(Saved entries)
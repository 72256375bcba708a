// Every diagnostic code the language reports, with its default severity and a one-line
// explanation. Codes are stable: never renumber, only add. docs/diagnostics.md lists them and a
// test keeps the two in step.
//
// Ranges:  LW1xx syntax · LW2xx names and structure · LW3xx units and dimensions ·
//          LW4xx wiring and loops · LW5xx model (realization, sizes, sampling) ·
//          LW6xx linear analysis (operating points, equilibrium) · LW7xx run-time.

import type { Severity } from '../diagnostics';

export interface CodeInfo {
  code: string;
  severity: Severity;
  title: string;
}

const table = [
  // syntax
  ['LW101', 'error', 'Syntax error: unexpected or missing text'],
  ['LW102', 'error', "Unit bracket not closed: expected ']'"],
  ['LW103', 'error', 'Unterminated string'],
  ['LW104', 'error', 'Unknown character'],
  ['LW105', 'error', 'Invalid number'],
  ['LW106', 'error', 'Expression nested too deeply'],
  // names and structure
  ['LW201', 'error', 'Undefined name'],
  ['LW202', 'error', 'Duplicate name in a scope'],
  ['LW203', 'error', 'Derivative assigned to something that is not a state'],
  ['LW204', 'error', 'State without a derivative equation'],
  ['LW205', 'error', 'State with more than one derivative equation'],
  ['LW206', 'error', 'Output without an equation'],
  ['LW207', 'error', 'Output given a value more than once'],
  ['LW208', 'error', 'Laplace variable s used outside a transfer relation'],
  ['LW209', 'warning', 'A param named s is shadowed by the Laplace variable in a transfer relation'],
  ['LW210', 'error', 'Reference to a member of an unknown system'],
  ['LW211', 'error', 'Unknown member of a system'],
  ['LW212', 'error', 'Operating point entry that is not a state or an input'],
  ['LW213', 'error', 'Target of around, start or sweep does not exist'],
  ['LW214', 'error', 'Member not allowed in this kind of block'],
  ['LW215', 'error', 'Unknown function or wrong number of arguments'],
  ['LW216', 'error', 'Transfer relation or pid law names something that is not an input/output'],
  ['LW217', 'error', 'Unknown entry name in braces'],
  ['LW218', 'error', 'A name is used before its definition or depends on itself'],
  ['LW219', 'error', 'Limit on something that is not an input or an output'],
  ['LW220', 'error', 'Invalid option value'],
  ['LW221', 'warning', 'Operating point does not give every state and input'],
  ['LW222', 'error', 'A name is used where its kind does not fit'],
  // units and dimensions
  ['LW301', 'error', 'Unknown unit'],
  ['LW302', 'error', 'Dimensions do not match'],
  ['LW303', 'error', 'Declared unit does not match the inferred one'],
  ['LW304', 'error', 'Function needs a dimensionless argument'],
  ['LW305', 'error', 'Exponent must be a dimensionless constant'],
  ['LW306', 'warning', 'Hz used where an angular frequency is expected (factor 2π)'],
  ['LW307', 'warning', 'Absolute temperatures added'],
  ['LW308', 'warning', 'Bare number where a dimensioned quantity is expected'],
  ['LW309', 'error', 'Matrix sizes do not fit the declared states, inputs and outputs'],
  ['LW310', 'error', 'Comparison or condition of the wrong dimension'],
  ['LW311', 'warning', 'Unit check of a member stopped on an internal error'],
  // wiring and loops
  ['LW401', 'error', 'Input wired more than once'],
  ['LW402', 'error', 'Input of a used system never wired'],
  ['LW403', 'error', 'Arrow target is not an input'],
  ['LW404', 'error', 'Algebraic loop'],
  ['LW405', 'error', 'Signal read outside a loop or time used inside a system'],
  ['LW406', 'warning', 'Loop without a simulate member'],
  ['LW407', 'error', 'Duplicate loop member that may appear once'],
  ['LW408', 'error', 'Show, expect or saturated names something that cannot be plotted or measured'],
  ['LW409', 'error', 'Expect is not a comparison'],
  // model
  ['LW501', 'error', 'Transfer relation is improper (more zeros than poles)'],
  ['LW502', 'error', 'Transfer relation is not a rational function of s'],
  ['LW503', 'error', 'Sample period must be positive'],
  ['LW504', 'error', 'PID derivative without a roll-off is improper'],
  ['LW505', 'error', 'Limit bounds are not constant or lo > hi'],
  ['LW506', 'error', 'Param value is not constant'],
  ['LW507', 'warning', 'PID anti-windup without a limit on its output'],
  ['LW508', 'error', 'Unknown discretization method'],
  ['LW509', 'error', 'Sweep values are invalid'],
  // linear analysis
  ['LW601', 'warning', 'Operating point is not an equilibrium'],
  ['LW602', 'warning', 'Operating point on or outside a limit'],
  ['LW603', 'info', 'Trim found the input that holds the operating point'],
  ['LW604', 'warning', 'Closed loop unstable at the operating point'],
  // run-time
  ['LW701', 'error', 'Run failed: value not finite'],
  ['LW702', 'error', 'Run failed: step size too small'],
  ['LW703', 'error', 'Run failed: too many steps'],
  ['LW704', 'error', 'Run stopped: time budget exceeded'],
  ['LW705', 'error', 'Run cancelled'],
  ['LW706', 'error', 'Algebraic loop did not converge'],
  ['LW707', 'error', 'Expect failed'],
] as const satisfies ReadonlyArray<readonly [string, Severity, string]>;

export type Code = (typeof table)[number][0];

export const CODES: ReadonlyMap<string, CodeInfo> = new Map(table.map(([code, severity, title]) => [code, { code, severity, title }]));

◆ Problem: Only the number should be given: how many lines of the data contain the word "linear"?

◆ Result for this task: 2